Action item -> Only lines with the string "frames" are wanted. Pull them out of the data.

Collected data entries

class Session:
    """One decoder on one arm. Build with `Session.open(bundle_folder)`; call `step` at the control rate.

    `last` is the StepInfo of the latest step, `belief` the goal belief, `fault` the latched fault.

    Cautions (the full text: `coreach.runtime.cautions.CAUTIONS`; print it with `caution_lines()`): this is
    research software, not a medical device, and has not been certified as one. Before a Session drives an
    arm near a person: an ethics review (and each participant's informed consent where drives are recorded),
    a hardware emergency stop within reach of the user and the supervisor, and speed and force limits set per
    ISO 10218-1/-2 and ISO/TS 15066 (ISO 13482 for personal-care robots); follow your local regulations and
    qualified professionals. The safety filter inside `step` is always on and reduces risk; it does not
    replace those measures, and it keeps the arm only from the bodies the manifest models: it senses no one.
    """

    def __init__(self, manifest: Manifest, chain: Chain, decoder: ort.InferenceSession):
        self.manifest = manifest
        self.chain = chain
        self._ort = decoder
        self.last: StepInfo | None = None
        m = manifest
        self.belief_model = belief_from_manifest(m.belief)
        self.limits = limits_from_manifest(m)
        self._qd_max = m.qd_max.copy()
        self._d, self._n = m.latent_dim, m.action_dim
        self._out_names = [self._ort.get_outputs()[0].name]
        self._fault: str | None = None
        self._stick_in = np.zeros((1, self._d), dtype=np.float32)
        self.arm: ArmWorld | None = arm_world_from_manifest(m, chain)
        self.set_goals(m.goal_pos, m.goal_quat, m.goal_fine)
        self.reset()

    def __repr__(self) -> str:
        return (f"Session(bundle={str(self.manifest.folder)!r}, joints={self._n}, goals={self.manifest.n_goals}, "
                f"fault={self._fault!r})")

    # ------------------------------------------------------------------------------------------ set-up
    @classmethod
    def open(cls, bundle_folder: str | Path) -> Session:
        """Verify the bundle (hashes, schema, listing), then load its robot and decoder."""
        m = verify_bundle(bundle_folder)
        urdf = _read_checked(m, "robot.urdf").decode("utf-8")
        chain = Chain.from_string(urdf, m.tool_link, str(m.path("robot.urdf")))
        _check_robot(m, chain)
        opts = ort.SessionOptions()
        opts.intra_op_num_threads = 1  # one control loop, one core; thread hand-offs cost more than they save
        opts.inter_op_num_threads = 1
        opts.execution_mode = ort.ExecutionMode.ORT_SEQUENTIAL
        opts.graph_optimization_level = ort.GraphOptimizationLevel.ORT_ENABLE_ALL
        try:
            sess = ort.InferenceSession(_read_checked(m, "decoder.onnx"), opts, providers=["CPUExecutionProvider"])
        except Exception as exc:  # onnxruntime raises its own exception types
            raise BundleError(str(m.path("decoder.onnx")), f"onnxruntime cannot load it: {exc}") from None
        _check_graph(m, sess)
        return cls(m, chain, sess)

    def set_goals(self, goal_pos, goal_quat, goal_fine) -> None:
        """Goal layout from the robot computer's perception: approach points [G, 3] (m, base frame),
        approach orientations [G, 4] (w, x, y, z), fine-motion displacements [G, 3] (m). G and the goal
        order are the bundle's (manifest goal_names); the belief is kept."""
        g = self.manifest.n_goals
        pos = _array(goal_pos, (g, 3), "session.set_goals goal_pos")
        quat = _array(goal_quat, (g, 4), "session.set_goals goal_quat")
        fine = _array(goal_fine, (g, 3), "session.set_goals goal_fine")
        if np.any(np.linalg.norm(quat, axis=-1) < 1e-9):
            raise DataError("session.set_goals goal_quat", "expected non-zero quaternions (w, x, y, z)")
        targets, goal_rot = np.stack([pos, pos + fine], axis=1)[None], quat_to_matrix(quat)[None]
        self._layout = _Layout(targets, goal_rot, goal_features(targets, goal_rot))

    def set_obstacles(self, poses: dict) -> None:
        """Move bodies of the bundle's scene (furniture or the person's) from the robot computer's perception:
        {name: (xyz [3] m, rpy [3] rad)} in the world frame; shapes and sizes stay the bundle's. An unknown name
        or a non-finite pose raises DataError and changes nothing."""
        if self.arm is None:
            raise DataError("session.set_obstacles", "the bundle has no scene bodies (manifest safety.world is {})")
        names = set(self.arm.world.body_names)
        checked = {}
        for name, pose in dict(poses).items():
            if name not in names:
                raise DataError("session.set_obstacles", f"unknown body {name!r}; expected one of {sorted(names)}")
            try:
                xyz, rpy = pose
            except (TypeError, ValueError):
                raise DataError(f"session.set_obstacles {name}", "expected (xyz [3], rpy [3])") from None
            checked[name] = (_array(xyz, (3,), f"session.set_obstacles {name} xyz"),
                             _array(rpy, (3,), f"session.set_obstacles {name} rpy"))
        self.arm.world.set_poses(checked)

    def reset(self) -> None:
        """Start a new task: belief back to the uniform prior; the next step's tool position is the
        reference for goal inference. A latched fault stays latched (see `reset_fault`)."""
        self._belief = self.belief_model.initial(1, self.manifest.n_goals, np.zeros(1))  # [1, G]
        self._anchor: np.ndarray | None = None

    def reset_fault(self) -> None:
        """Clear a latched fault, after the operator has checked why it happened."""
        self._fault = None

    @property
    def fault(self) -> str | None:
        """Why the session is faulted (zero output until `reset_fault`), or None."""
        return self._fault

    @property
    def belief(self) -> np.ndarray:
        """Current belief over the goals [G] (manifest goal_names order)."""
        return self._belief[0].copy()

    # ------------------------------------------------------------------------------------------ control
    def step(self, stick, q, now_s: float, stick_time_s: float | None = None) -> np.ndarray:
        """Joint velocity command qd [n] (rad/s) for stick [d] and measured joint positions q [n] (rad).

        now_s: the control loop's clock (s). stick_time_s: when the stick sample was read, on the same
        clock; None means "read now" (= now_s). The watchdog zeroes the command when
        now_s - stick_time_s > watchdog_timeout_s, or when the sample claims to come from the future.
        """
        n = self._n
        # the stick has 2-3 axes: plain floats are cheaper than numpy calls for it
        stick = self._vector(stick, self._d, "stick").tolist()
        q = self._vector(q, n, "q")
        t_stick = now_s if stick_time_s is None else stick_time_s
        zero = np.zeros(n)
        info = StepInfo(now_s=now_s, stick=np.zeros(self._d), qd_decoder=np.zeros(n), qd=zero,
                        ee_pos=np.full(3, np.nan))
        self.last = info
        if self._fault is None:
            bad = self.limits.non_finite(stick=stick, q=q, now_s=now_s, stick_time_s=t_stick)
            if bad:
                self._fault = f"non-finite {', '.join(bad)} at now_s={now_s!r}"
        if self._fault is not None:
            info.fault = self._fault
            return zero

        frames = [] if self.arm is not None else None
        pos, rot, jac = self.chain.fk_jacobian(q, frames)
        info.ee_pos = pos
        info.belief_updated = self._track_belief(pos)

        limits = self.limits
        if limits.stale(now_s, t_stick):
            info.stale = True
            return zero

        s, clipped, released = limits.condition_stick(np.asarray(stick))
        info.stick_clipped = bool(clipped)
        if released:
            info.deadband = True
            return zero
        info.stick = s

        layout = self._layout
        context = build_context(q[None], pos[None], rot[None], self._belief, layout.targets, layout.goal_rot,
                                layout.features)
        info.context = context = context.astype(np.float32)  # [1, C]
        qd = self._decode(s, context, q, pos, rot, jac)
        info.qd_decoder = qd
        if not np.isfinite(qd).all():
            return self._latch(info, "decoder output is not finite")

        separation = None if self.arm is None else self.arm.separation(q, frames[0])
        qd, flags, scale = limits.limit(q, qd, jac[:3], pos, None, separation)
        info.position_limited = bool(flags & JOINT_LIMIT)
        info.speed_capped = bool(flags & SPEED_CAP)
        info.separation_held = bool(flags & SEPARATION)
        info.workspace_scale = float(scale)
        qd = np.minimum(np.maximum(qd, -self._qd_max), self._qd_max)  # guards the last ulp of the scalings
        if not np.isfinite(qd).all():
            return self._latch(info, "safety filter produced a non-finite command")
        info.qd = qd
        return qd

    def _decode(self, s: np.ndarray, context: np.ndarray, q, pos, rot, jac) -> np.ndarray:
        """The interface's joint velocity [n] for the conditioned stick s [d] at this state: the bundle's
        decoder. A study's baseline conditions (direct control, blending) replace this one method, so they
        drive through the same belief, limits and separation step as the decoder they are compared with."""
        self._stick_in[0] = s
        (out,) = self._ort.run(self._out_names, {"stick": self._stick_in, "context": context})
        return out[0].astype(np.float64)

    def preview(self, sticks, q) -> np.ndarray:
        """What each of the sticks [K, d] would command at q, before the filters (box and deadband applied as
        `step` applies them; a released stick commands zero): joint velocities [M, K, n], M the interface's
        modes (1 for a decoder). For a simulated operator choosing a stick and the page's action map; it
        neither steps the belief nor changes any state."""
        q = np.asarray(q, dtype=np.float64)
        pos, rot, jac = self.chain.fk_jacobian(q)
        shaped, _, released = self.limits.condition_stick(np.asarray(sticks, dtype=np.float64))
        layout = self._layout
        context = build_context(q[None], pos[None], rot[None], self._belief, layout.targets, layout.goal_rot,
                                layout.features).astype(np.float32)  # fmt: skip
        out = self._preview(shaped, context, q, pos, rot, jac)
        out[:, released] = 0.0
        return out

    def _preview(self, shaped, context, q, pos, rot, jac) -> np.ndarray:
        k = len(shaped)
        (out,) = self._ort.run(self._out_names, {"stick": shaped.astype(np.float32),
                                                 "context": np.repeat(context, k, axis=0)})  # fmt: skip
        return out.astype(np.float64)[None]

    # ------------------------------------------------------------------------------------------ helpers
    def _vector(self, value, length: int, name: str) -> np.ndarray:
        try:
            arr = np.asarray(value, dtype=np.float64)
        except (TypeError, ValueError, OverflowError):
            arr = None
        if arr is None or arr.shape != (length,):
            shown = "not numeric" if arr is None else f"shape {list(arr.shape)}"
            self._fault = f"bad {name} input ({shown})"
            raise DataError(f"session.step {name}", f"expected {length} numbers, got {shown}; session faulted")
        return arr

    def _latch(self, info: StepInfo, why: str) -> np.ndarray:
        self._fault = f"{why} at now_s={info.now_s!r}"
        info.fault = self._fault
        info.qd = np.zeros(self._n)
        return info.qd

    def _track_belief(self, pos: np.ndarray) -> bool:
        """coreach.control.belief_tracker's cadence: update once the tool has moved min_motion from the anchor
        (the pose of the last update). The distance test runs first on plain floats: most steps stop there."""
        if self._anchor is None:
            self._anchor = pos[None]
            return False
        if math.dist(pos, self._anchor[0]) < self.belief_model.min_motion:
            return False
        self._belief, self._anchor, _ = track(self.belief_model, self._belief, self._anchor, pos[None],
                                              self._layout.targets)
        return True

* * *

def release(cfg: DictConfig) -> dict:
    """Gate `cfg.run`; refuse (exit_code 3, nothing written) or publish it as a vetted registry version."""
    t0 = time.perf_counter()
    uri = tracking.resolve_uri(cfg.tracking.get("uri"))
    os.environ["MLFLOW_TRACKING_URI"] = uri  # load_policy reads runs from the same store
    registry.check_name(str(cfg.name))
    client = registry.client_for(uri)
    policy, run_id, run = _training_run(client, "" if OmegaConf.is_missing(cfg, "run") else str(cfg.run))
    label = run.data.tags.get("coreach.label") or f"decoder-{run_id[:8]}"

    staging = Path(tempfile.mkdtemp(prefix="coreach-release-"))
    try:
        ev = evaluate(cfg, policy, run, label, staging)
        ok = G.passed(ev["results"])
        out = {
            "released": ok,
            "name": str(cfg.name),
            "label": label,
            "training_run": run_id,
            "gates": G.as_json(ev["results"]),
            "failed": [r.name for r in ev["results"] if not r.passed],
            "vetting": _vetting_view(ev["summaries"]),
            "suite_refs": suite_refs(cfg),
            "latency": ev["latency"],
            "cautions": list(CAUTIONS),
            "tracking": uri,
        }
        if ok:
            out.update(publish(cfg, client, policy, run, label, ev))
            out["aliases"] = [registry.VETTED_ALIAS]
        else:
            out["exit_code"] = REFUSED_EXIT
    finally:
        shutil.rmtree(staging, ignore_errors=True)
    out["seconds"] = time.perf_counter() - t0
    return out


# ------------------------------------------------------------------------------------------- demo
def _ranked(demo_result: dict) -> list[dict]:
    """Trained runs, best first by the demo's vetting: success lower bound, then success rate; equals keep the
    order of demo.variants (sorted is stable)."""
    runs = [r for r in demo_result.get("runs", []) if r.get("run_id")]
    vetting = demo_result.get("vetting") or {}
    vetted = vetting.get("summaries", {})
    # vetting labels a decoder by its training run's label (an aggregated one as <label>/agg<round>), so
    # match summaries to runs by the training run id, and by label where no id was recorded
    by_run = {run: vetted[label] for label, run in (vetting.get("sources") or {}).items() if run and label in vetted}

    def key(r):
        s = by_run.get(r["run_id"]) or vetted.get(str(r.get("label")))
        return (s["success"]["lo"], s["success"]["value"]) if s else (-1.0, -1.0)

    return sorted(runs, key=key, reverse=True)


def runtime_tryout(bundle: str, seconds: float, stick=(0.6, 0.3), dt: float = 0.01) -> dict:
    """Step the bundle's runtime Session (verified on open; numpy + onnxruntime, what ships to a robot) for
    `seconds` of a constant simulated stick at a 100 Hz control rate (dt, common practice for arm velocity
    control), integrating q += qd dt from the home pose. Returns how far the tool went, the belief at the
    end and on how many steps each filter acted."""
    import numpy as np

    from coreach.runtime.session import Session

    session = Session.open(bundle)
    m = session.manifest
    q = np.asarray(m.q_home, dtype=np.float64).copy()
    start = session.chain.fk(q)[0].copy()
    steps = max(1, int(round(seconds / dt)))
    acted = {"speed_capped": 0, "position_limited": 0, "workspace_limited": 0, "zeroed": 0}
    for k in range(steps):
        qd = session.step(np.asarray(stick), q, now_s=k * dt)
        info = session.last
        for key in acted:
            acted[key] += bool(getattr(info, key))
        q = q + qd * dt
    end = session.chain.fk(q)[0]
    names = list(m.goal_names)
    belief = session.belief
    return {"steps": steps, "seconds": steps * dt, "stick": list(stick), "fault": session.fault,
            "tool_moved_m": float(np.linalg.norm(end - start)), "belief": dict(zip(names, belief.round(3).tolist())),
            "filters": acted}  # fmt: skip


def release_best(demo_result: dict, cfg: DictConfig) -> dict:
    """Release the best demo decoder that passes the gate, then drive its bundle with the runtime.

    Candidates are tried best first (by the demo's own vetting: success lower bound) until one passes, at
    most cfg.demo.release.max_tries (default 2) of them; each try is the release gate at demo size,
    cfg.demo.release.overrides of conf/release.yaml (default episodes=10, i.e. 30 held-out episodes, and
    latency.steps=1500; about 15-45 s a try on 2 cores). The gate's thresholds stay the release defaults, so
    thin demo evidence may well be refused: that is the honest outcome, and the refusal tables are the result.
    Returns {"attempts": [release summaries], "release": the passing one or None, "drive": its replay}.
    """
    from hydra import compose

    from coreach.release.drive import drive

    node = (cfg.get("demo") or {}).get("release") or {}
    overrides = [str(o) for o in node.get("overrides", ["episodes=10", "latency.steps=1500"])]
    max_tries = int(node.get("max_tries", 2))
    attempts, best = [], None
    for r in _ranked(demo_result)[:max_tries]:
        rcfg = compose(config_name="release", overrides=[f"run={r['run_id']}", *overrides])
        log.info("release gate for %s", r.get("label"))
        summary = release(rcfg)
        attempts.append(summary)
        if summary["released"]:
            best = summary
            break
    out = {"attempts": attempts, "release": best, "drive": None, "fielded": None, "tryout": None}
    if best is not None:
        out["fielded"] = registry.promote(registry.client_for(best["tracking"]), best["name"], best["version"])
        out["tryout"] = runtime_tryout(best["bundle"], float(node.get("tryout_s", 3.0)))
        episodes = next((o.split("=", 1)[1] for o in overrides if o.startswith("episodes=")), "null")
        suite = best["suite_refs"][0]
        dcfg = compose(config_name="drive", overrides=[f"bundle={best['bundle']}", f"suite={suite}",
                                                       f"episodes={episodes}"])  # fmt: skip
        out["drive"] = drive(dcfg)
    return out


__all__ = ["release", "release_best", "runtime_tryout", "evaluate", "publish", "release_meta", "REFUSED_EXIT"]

Result of the exercise ->
        frames = [] if self.arm is not None else None
        pos, rot, jac = self.chain.fk_jacobian(q, frames)
        separation = None if self.arm is None else self.arm.separation(q, frames[0])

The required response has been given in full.